OEB的教授斯科特·v·爱德华兹(Scott V. Edwards)曾与列万廷共事,并在本科时接受过他的指导和论文建议,他也记得列万廷的那种好奇心。

“通常,当他在我办公室外停下来查看邮件时,我想向他请教一些深奥的种群遗传学理论,但他想谈的是鸟类,”鸟类学家爱德华兹说。“他对鸟类在迁徙过程中的行为和活动有疑问。我会试着帮他弄清楚他的喂鸟器里有什么物种。”

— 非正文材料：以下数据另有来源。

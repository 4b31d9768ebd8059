// Backtracking (Armijo) and strong-Wolfe (Moré-Thuente) line searches.
#include "core/solve/line_search.h"

#include <algorithm>
#include <cmath>
#include <limits>

namespace sw::solve {

std::string LineSearchSettings::check() const {
    if (!(initialStep > 0) || !std::isfinite(initialStep)) return "the initial step must be > 0";
    if (!(sufficientDecrease > 0 && sufficientDecrease < 1)) return "sufficient_decrease must be in (0, 1)";
    if (!(curvature > sufficientDecrease && curvature < 1))
        return "curvature must be in (sufficient_decrease, 1) = (" + shortNumber(sufficientDecrease) + ", 1) (got " +
               shortNumber(curvature) + ")";
    if (!(backtrackFactor > 0 && backtrackFactor < 1)) return "backtrack_factor must be in (0, 1)";
    if (maxTrials < 1) return "max_trials must be >= 1";
    if (!(maxStep > 0)) return "the largest step must be > 0";
    return "";
}

std::string describeTrials(const std::vector<LineSearchTrial>& trials, std::size_t count) {
    std::string text;
    const std::size_t first = trials.size() > count ? trials.size() - count : 0;
    for (std::size_t i = first; i < trials.size(); ++i) {
        const LineSearchTrial& t = trials[i];
        if (!text.empty()) text += "; ";
        text += "alpha=" + shortNumber(t.alpha) + " f=" + shortNumber(t.value);
        if (!std::isnan(t.slope)) text += " slope=" + shortNumber(t.slope);
        if (t.accepted) text += " (accepted)";
        else (text += " (").append(t.failed) += ')';
    }
    return text;
}

double stepFromPreviousDecrease(double previousDecrease, double slope) {
    const double guess = std::min(1.0, 1.01 * 2 * previousDecrease / -slope);
    return std::isfinite(guess) && guess > 0 ? guess : 1.0;
}

double firstStepFromGradient(const Vector& gradient, double slope) {
    return stepFromPreviousDecrease(gradient.norm() / 2, slope);
}

std::vector<OptionSpec> lineSearchOptionSpecs(double defaultCurvature) {
    using T = OptionSpec::Type;
    return {
        {"sufficient_decrease", "c1 of the sufficient-decrease (Armijo) condition", T::Real, 1e-4, 0, 1, true, true, {}},
        {"curvature", "c2 of the strong Wolfe curvature condition (must exceed c1)", T::Real, defaultCurvature, 0, 1,
         true, true, {}},
        {"backtrack_factor", "backtracking shrinks the trial step by this factor", T::Real, 0.5, 0, 1, true, true, {}},
        {"max_trials", "line-search trials before giving up", T::Integer, 30, 1, 1000, false, false, {}},
    };
}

爱德华兹还记得列万廷在课堂上的投入程度。他说,这位每天穿着卡其布裤子、靴子和工作衬衫来上课的著名教授,会通过在黑板上做手势和笔记,全神贯注地与课堂互动,以至于每节课结束时,他都会涂上粉笔。

爱德华兹说:“无论他谈论什么,他总是想触及问题的核心。”

列万廷身后有四个儿子、七个孙辈和一个曾孙女。列万廷娶了高中时的恋人玛丽·简·克里斯蒂安森。他们在一起生活了70多年,只相隔三天就去世了。